Господи, красота-то какая, невольно залюбовался Трахтенберг.
– Знаешь что, Алик, не пойдем мы в «Ярославну», – сообщил приятелю Антон.
– Конечно, не пойдем. Мы поедем.
– Брось ты! И так весь день в машине! Послушай меня: мы пойдем пешочком, подышим воздухом, полюбуемся городом. Красота ведь!
– А ужин? Я, черт возьми, есть хочу!
– Я и отведу тебя в замечательный кабачок. «Ярославна» эта – стадион, а не ресторан. Там вечно тусовки всякие. А мы отправимся в чудное заведение с прекрасной кухней. У меня с этим местечком связаны весьма романтические воспоминания. Я водил туда ужинать одну очаровательную барышню.
– Далеко идти?
– Здесь все недалеко! – рассмеялся Антон.
– Черт с тобой, веди! Семен, ты свободен! – обернулся Трахтенберг к водителю. – «Трубу» не отключай!
– Есть! – все так же четко ответил Семен и нырнул обратно в гостиницу.
– Пусть парень поспит, – одобрил Григорий.
– А ты иди сзади и не выступай, когда тебя не спрашивают! – процедил Арнольд.
Григорий замолчал, пропустил шефа с приятелем вперед.

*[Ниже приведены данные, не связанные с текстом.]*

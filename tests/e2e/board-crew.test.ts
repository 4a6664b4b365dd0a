import AxeBuilder from '@axe-core/playwright';
import type { BrowserContext, Locator, Page } from 'playwright-core';
import request from 'supertest';
import { afterAll, afterEach, beforeAll, describe, expect, it } from 'vitest';
import type { BoardSnapshot } from '../../shared/board/types.js';
import { storeUpload } from '../../server/commands/uploads.js';
import { Component } from '../../server/entities/Component.js';
import { DemoBoardDriver } from '../../server/demo/board-driver.js';
import { DEMO_PASSWORD } from '../../server/demo/people.js';
import { demoPhoto } from '../../server/demo/photos.js';
import { seedDemoIfEmpty } from '../../server/demo/seed.js';
import { Job } from '../../server/entities/Job.js';
import { JobPlan } from '../../server/entities/JobPlan.js';
import { User } from '../../server/entities/User.js';
import type { ValueCheckField } from '../../shared/schemas/plan.js';
import { startTestServer, type TestServer } from '../helpers/server.js';
import { launchBrowser, pressAndHold, screenshot, signInThroughForm, type LaunchedBrowser, viewports } from './browser.js';

const LIVE_JOB = 'Transformer T2 lift: boom erection';
type Who = 'supervisor' | 'operator' | 'signaller' | 'rigger' | 'viewer';
const views: Record<Who, string> = { supervisor: 'console', operator: 'cab', signaller: 'signaller', rigger: 'rigger', viewer: 'board' };
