import type { RequestHandler } from 'express';
import { verifyAccessToken } from '../auth/access-token.js';
import { sessionLive } from '../auth/refresh-tokens.js';
import type { AppContext } from '../context.js';
import type { User } from '../entities/User.js';
import { userById } from '../queries/users.js';
import { accountInactive, HttpError, sessionEnded } from '../errors.js';

declare global {
  // eslint-disable-next-line @typescript-eslint/no-namespace
  namespace Express {
    interface Request {
      /** The signed-in person, loaded fresh on every request so deactivation applies at once. */
      actor?: User | null;
      /** Why a presented token was not accepted, for the 401 answer. */
      authProblem?: HttpError;
    }
  }
}

/** Reads `Authorization: Bearer`, never refuses by itself: the policy decides per route. */
export function authenticate(context: AppContext): RequestHandler {
  return async (req, _res, next) => {
    req.actor = null;
    const header = req.get('authorization');
    if (!header) return next();
    const match = /^Bearer (.+)$/.exec(header);
    const claims = match ? verifyAccessToken(match[1], context.secret, context.now()) : null;
    if (!claims) {
      req.authProblem = new HttpError(401, 'token_invalid', 'Your session has expired or is not valid. Sign in again.');
      return next();
    }
    const user = userById(context.dataSource, claims.userId);
    if (!user || !user.active) {
      req.authProblem = accountInactive();
      return next();
    }
    // The token's session must still be live: signed out or deactivated ends it now, not at its expiry.
    if (!(await sessionLive(context.dataSource.manager, claims.sessionId, user.id, context.now()))) {
      req.authProblem = sessionEnded();
      return next();
    }
    req.actor = user;
    next();
  };
}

«Что это с ним? Неужели донесли? – испугался было он. – Не может быть… Побоялись бы… А вдруг? Ладно, отобьюсь! Не впервой!»
Горожане, а особенно горожанки, с любопытством поглядывали на двух мужчин, явно не местных, явно из столицы и явно не из простых.

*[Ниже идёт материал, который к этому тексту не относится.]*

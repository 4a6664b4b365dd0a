import { createPinia, setActivePinia } from 'pinia';
import { afterEach, beforeEach, describe, expect, it, vi } from 'vitest';
import type { RecordList, RecordRow } from '../../../shared/schemas/records';
import { dayBoundary, emptyRecordFilters, recordFileName, recordsQueryString, useRecordsStore } from '../../../src/stores/records';
import { verificationWords } from '../../../src/words/records';
import { json, JOB_ID, UNIT_ID } from '../api-fakes';

type FetchArgs = [input: string, init?: RequestInit];

function row(overrides: Partial<RecordRow> = {}): RecordRow {
  return {
    id: JOB_ID,
    name: 'Boom erection for the pump house',
    site: 'Riverside works',
    kind: 'erection',
    state: 'complete',
    timeZone: 'Europe/Warsaw',
    craneUnitId: UNIT_ID,
    craneFleetNumber: 'CC-11',
    createdAt: '2026-10-01T07:00:00.000Z',
    updatedAt: '2026-10-02T15:00:00.000Z',
    endedAt: '2026-10-02T15:00:00.000Z',
    lastSeq: 40,
    finalHash: 'a'.repeat(64),
    verification: { valid: true, checked: 40, firstBadSeq: null, finalHash: 'a'.repeat(64) },
    ...overrides,
  };
}
const page = (items: RecordRow[], total = items.length, p = 1, pageSize = 25): RecordList => ({ items, total, page: p, pageSize });

describe('records store helpers', () => {
  it('leaves empty filters out of the query and always names the page', () => {
    expect(recordsQueryString(emptyRecordFilters(), 1, 25)).toBe('page=1&pageSize=25');
    const q = new URLSearchParams(recordsQueryString({ ...emptyRecordFilters(), state: 'live', craneUnitId: UNIT_ID, site: '  Quay 4 ' }, 3, 50));
    expect(Object.fromEntries(q)).toEqual({ state: 'live', craneUnitId: UNIT_ID, site: 'Quay 4', page: '3', pageSize: '50' });
  });

  it('turns a calendar day on this device into the first and last millisecond of that local day', () => {
    const start = new Date(dayBoundary('2026-12-03', 'start')!);
    const end = new Date(dayBoundary('2026-12-03', 'end')!);
    expect([start.getFullYear(), start.getMonth(), start.getDate(), start.getHours(), start.getMinutes(), start.getSeconds(), start.getMilliseconds()]).toEqual([2026, 11, 3, 0, 0, 0, 0]);
    expect([end.getDate(), end.getHours(), end.getMinutes(), end.getSeconds(), end.getMilliseconds()]).toEqual([3, 23, 59, 59, 999]);
    const next = new Date(end.getTime() + 1);
    expect([next.getDate(), next.getHours()]).toEqual([4, 0]);
    expect(dayBoundary('2026-02-30', 'start')).toBeNull();
    expect(dayBoundary('3/12/2026', 'start')).toBeNull();
    expect(dayBoundary('', 'end')).toBeNull();
  });

  it('sends the date field with a date range, and the range as instants', () => {
    const q = new URLSearchParams(recordsQueryString({ ...emptyRecordFilters(), dateField: 'ended', from: '2026-12-01', to: '2026-12-03' }, 1, 25));
    expect(q.get('dateField')).toBe('ended');
    expect(q.get('from')).toBe(dayBoundary('2026-12-01', 'start'));
    expect(q.get('to')).toBe(dayBoundary('2026-12-03', 'end'));
  });

  it('names saved files after the job, and says a broken chain with the event number in words', () => {
    expect(recordFileName({ id: JOB_ID, name: 'T2 lift: boom erection' }, 'siteFile')).toBe('T2-lift-boom-erection-site-file.zip');
    expect(verificationWords({ valid: false, checked: 6, firstBadSeq: 7 })).toMatchObject({ label: 'Chain broken at event 7', icon: 'gpp_bad' });
    expect(verificationWords({ valid: true, checked: 40, firstBadSeq: null })).toMatchObject({ label: 'Chain verified', icon: 'verified' });
  });
});

describe('records store', () => {
  let fetchMock: ReturnType<typeof vi.fn<(...args: FetchArgs) => Promise<Response>>>;

  beforeEach(() => {
    setActivePinia(createPinia());
    fetchMock = vi.fn<(...args: FetchArgs) => Promise<Response>>();
    vi.stubGlobal('fetch', fetchMock);
  });
  afterEach(() => {
    vi.unstubAllGlobals();
    vi.restoreAllMocks();
  });

  it('loads a page with the filters and keeps the total for the table', async () => {
    fetchMock.mockResolvedValueOnce(json(200, page([row()], 31, 2, 10)));
    const records = useRecordsStore();
    records.filters.state = 'complete';
    expect(await records.load(2, 10)).toBe(true);
    expect(fetchMock.mock.calls[0][0]).toBe('/api/records?state=complete&page=2&pageSize=10');
    expect(records.rows.map((r) => r.id)).toEqual([JOB_ID]);
    expect([records.total, records.page, records.pageSize, records.loaded, records.loading]).toEqual([31, 2, 10, true, false]);
  });

  it('shows only the latest request’s answer when filters change faster than answers come', async () => {
    let answerFirst: (r: Response) => void = () => {};
    fetchMock.mockImplementationOnce(() => new Promise<Response>((resolve) => (answerFirst = resolve)));
    fetchMock.mockResolvedValueOnce(json(200, page([row({ id: 'second', name: 'Second' })])));
    const records = useRecordsStore();
    const first = records.load(1);
    records.filters.site = 'quay';
    await records.load(1);
    answerFirst(json(200, page([row({ id: 'first' })])));
    expect(await first).toBe(false);
    expect(records.rows.map((r) => r.id)).toEqual(['second']);
    expect(records.loading).toBe(false);
  });

  it('keeps the server’s reason when the list cannot be loaded, and an answer it does not understand is a problem too', async () => {
    fetchMock.mockResolvedValueOnce(json(400, { error: { code: 'validation', message: 'At most 100 rows a page.' } }));
    const records = useRecordsStore();
    expect(await records.load(1, 25)).toBe(false);
    expect(records.problem).toBe('At most 100 rows a page.');
    fetchMock.mockResolvedValueOnce(json(200, { items: [{ id: 'x' }], total: 1, page: 1, pageSize: 25 }));
    expect(await records.load(1, 25)).toBe(false);
    expect(records.problem).toMatch(/does not understand/);
    expect(records.rows).toEqual([]);
  });

  it('a download that fails says which file and why; one that works clears the message and saves the file', async () => {
    const clicked: string[] = [];
    vi.spyOn(URL, 'createObjectURL').mockImplementation(() => 'blob:test/1');
    vi.spyOn(URL, 'revokeObjectURL').mockImplementation(() => {});
    vi.spyOn(HTMLAnchorElement.prototype, 'click').mockImplementation(function (this: HTMLAnchorElement) {
      clicked.push(this.download);
    });
    const records = useRecordsStore();
    const job = { id: JOB_ID, name: 'Pump house' };
    fetchMock.mockResolvedValueOnce(json(404, { error: { code: 'not_found', message: 'No such job.' } }));
    expect(await records.downloadFile(job, 'record')).toBe(false);
    expect(fetchMock.mock.calls[0][0]).toBe(`/api/jobs/${JOB_ID}/record.pdf`);
    expect(records.downloadProblem).toBe('Record PDF could not be downloaded. No such job. Try again; if it keeps failing, tell your administrator.');
    expect(records.isDownloading(JOB_ID, 'record')).toBe(false);

    fetchMock.mockResolvedValueOnce(new Response('seq,time\n', { status: 200, headers: { 'Content-Type': 'text/csv' } }));
    expect(await records.downloadFile(job, 'csv')).toBe(true);
    expect(fetchMock.mock.calls[1][0]).toBe(`/api/jobs/${JOB_ID}/events.csv`);
    expect(clicked).toEqual(['Pump-house-events.csv']);
    expect(records.downloadProblem).toBe('');

    fetchMock.mockRejectedValueOnce(new TypeError('Failed to fetch'));
    expect(await records.downloadFile(job, 'siteFile')).toBe(false);
    expect(records.downloadProblem).toMatch(/^Site file could not be downloaded\. No connection to the Holdline server/);
  });
});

«Богема… Или банкиры на отдыхе», – думали горожане и горожанки.
– Смотри, старый, как в нас девчонки глазами стреляют! – отметил Антон.
– А что? Мы еще о-го-го! – повеселел Арнольд. – Может, еще и снимем на ночь какую-нибудь красотку. Ты говорил, у тебя здесь романтическое приключение было? Может, позвонишь?
– Ну-у. Я ее в последний раз видел-то полгода тому назад… Неудобно.
– Врешь! Делиться не хочешь! – подначивал Арнольд.
– С тобой поделишься, пожалуй… Ты все сцапаешь!
– Это верно, это верно, – хмыкнул Арнольд.
Необычайно свежий воздух, напоенный близостью реки, голубая гладь которой то и дело просматривалась в глубине узких улочек, гудки теплоходов; отдаленные, задорные петушиные крики – все это создавало ощущение полной оторванности от столичной жизни с ее хлопотами, заботами и проблемами…
Да, именно здесь и нужно снимать! Неторопливо, вдумчиво… Простая история: любовь… Измена… Прощение… Утрата… Простые понятия, а в них– вся жизнь…
– Ну где твой ресторан? Мы уже двадцать минут идем! – очнулся от своих мыслей Арнольд. – У меня сейчас кома начнется!
– Уже пришли, не ворчи! Видишь каланчу пожарную? Сразу за ней!
– Ну смотри! Если после каланчи ты скажешь, что осталось еще хоть сто метров, я ни шагу не сделаю!
– Да вот же! Пришли!
Над резными деревянными дверями двухэтажного особнячка значилось: «Кафе «Шуры-муры». А на дверной ручке болталась табличка: «Извините, сегодня закрытое мероприятие». Арнольд изучил табличку, посмотрел на друга.
– Это что, насмешка неба над землей? Главное, теперь еще двадцать минут переться в обратную сторону! И зачем я Семена отпустил?
– Я сейчас тачку поймаю, Арнольд Теодорович! В одну секунду! – засуетился Григорий.
– Я тебя не просил! – отрезал Арнольд, который секунду назад хотел попросить именно об этом. – Я желаю ужинать здесь! Плевать мне на их мероприятие! Антон, ты меня сюда приволок, иди и договаривайся!
– Что ж, попытка не пытка, – вздохнул Антон и исчез за дверью.
– Вот ведь чумовой какой друг у вас, – попытался завязать разговор Григорий. – Могли бы и поближе чего-нибудь найти! Знает же, что у вас голова болит, так нет же…
– Заткнись, – коротко ответил Арнольд.
«Точно, кто-то ляпнул!» – похолодел Григорий.